В этой женщине всё было шумно, по южному раскидисто, написано сочными красками и, на мой среднерусский менталитет, слишком уж чрезмерно и бурно. Ей не хватало соразмерности, лаконичности, такта – той скромности красок, которые даёт наша природа, её поля, лесостепь, с тонкостью нюансировок и неспешным движением… Я поняла, что если ещё хоть ненадолго задержусь в этой квартире, мой мозг будет вынесен напрочь, и ретировалась столь быстро, как только могла. Вот так же и здесь…
– Изумительно, – произнесла я вслух, обращаясь к директору, – дайте кофе.
Катя мстительно прошипела в ответ: «Вот ещё!..». И, бросившись в свой кабинет, – я за ней туда последовала, попыталась продолжить сцену, начатую в предбаннике. Дверь за нами закрылась.
Усевшись в кресло, Катя прильнула к просторному полированному столу и понемногу приходила в себя. Фальшивая истерика почти завершилась.
– Ну-с, и где рекламные вырезки из газет? (никогда не знала, что это – на мне!) – Выю-то свою непокорную пригни! Бог – он всё видит!
И тут же, обнаружив, что рука моя потянулась к кипе изданий:
– Не бери со стола мою прессу, не ты здесь её положила…
Ну и ну!
В кабинете Кати почётные грамоты с фестивалей и конкурсов перемежались с многочисленными иконами. Начальница недавно встала на путь воцерковления, и на самом почётном месте, на полке, разместилась крупная ваза с нарезанными и засушенными просфорами и церковная свечка.
Я посмотрела на часы. Поклонилась древнерусским поклоном. Налила кофе себе и ей.
– Оглянитесь, Катерина Петровна, кроме нас тут никого нет, и тем не менее, можем продолжить… Во-первых, для объявлений у вас есть курьер, а я, как-никак, руководитель пресс-службы. А во-вторых, если уж говорить про выю… То для начала не гремите кимвалами, мы не в монастыре и вы не диаконисса. Если уж на то пошло, то я лучше оторву свои лядвии от стула и отправлюсь в монастырь настоящий, где любые проповеди и наставления приму более смиренно… Наипаче… наипаче, – завершила я как бы в раздумье.
Катерина Петровна выбежала из кабинета с полузакрытыми глазами, прижав кулак со скомканным платком ко лбу и, пока я её дожидалась, за полчаса «родила» в отделе кадров специально для меня длинный «поминальник» обязанностей, главной строчкой в котором было: «выполнять любые требования руководства».
– Вот так! – торжествующе провозгласила директор, наблюдая, как я тушуюсь.
Я в ответ вытащила чистый листок из принтера и молча, с горестным выражением лица, написала заявление на пятидневный отпуск за свой счёт.
Подала ей бумагу:
– Ну, не буду вам мешать в ваших духовных исканиях, оставайтесь с миром.
– Ну и куда ты пойдёшь? Я же тебя люблю, люблю больше всех! – Катерина попробовала отыграть ситуацию назад. – А кого любишь, того и учишь.
– Как куда? Конечно же, в монастырь.
Не дожидаясь, пока она рухнет на колени, объясняясь в любви, – такое раньше бывало, – я бросилась вон.
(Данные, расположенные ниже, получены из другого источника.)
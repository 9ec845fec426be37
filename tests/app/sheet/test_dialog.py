"""File > Export > Review Sheet and Edit > Title Block in the window.

Title-block field names: ISO 7200:2004. PDFs read back with pypdf."""

from __future__ import annotations

from pathlib import Path

import pypdf
import pytest
from PySide6.QtWidgets import QDialogButtonBox

from app.document import Document
from app.main_window import MainWindow
from app.sheet.dialog import ReviewSheetDialog, TitleBlockDialog
from kinematics.cellfile import load_cell

REPO = Path(__file__).resolve().parents[3]
TRAY = REPO / "sample_cells" / "tray_loading.cell.json"

pytestmark = [
    pytest.mark.usefixtures("isolated_settings"),
    pytest.mark.qt_log_ignore("propagateSizeHints"),
]


@pytest.fixture
def window(qtbot):
    win = MainWindow(Document(load_cell(TRAY), TRAY), use_settings=True)
    win.ask_unsaved_changes = lambda: "discard"
    qtbot.addWidget(win)
    win.show()
    qtbot.waitExposed(win)
    return win


def text_of(path: Path) -> str:
    return " ".join(" ".join(p.extract_text() for p in pypdf.PdfReader(path).pages).split())


def test_the_sheet_starts_with_what_the_canvas_shows_and_exports(window, qtbot, tmp_path):
    acts = window.canvas.actions()
    acts["overlay.positive"].setChecked(True)
    acts["overlay.annulus"].setChecked(False)
    acts["ghosts.none"].setChecked(True)
    overlays, ghosts, selection = window.exchange._canvas_view()
    dialog = ReviewSheetDialog(window.document, overlays, ghosts, selection, window)
    qtbot.addWidget(dialog)
    o = dialog.options()
    assert "positive" in o.overlays and "annulus" not in o.overlays and o.ghosts == "none"
    assert not dialog.preview.image.isNull()
    dialog.scale.setCurrentIndex(dialog.scale.findData("1:20"))
    dialog.paper.setCurrentText("A4")
    target = tmp_path / "tray-review.pdf"
    assert dialog.export("pdf", target) == [target]
    text = text_of(target)
    assert "Scale 1:20 (stated)" in text
    assert "positive elbow reaches" in text and "reach annulus" not in text
    assert "A4 L, mm" in text


def test_the_preview_follows_the_options(window, qtbot):
    dialog = ReviewSheetDialog(window.document, {"annulus"}, "all", (), window)
    qtbot.addWidget(dialog)
    dialog.orientation.setCurrentText("portrait")
    dialog.refresh()
    img = dialog.preview.image
    assert img.height() > img.width()  # portrait: ISO 216 height 297 over width 210
    assert img.height() / img.width() == pytest.approx(297 / 210, rel=0.01)


def test_title_block_edits_are_one_undo_step(window, qtbot):
    before = window.document.cell
    answers = {"legal_owner": "Northfield Fixtures Ltd", "identification_number": "NF-1",
               "date": "2026-12-01", "creator": "A. Bremer"}  # fmt: skip

    def ask(cell):
        dialog = TitleBlockDialog(cell, window)
        qtbot.addWidget(dialog)
        for key, value in answers.items():
            dialog.edits[key].setText(value)
        return dialog.values()

    window.exchange.ask_title_block = ask
    assert window.exchange.edit_title_block()
    review = window.document.cell.review
    assert review["legal_owner"] == "Northfield Fixtures Ltd" and review["creator"] == "A. Bremer"
    assert "drawn_by" not in review  # the earlier key gave way to the ISO 7200 one
    assert review["title"] == "Demo: tray loading"  # kept from the earlier "project" key
    window.undo()
    assert window.document.cell == before


def test_title_block_dialog_refuses_a_bad_date(qtbot):
    dialog = TitleBlockDialog(load_cell(TRAY))
    qtbot.addWidget(dialog)
    ok = dialog.buttons.button(QDialogButtonBox.StandardButton.Ok)
    assert ok.isEnabled()
    dialog.edits["date"].setText("1 Dec 2026")
    assert not ok.isEnabled()
    assert dialog.problem.text().startswith("Date of issue: must be a date written YYYY-MM-DD")
    dialog.edits["date"].setText("2026-12-01")
    assert ok.isEnabled() and dialog.problem.text() == ""


def test_menus_hold_the_sheet_and_the_title_block(window):
    texts = [a.text() for m in window.menuBar().actions() for a in m.menu().actions()]
    assert "&Title Block…" in texts
    export = next(
        a.menu() for m in window.menuBar().actions() for a in m.menu().actions()
        if a.menu() is not None and a.text() == "E&xport"
    )  # fmt: skip
    assert [a.text() for a in export.actions()][0] == "&Review Sheet (PDF, SVG, PNG)…"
– Подожди! Хочешь… Хочешь, этот твой монастырь как командировку оформим?
Последнюю её фразу я услышала, уже сбегая по лестнице. И поняла, что директриса близка к унынию.
«Минуй нас пуще всех печалей и барский гнев, и барская любовь!» – сказал на эту тему поэт, и он же продолжил: «Тяжела она, шапка Мономаха»!
Концерты, репетиции, общение с музыкантами, среди которых я выросла, которых обожала за детскую непосредственность и талантом которых гордилась, и, наконец, недавнее триумфальное выступление в нашем городе знаменитого маэстро Гергиева, которое организовал «Липконцерт»… Да, возвращение назад, к своим, в храм культуры и искусства, было многообещающим… Рассматривая пейзажи из салона своего авто по дороге в монастырь, расположенный неподалёку, всего в двух часах езды от областного центра, я не щадила ни нервов, ни чувств и вспоминала, вспоминала недавние «музыкальные моменты».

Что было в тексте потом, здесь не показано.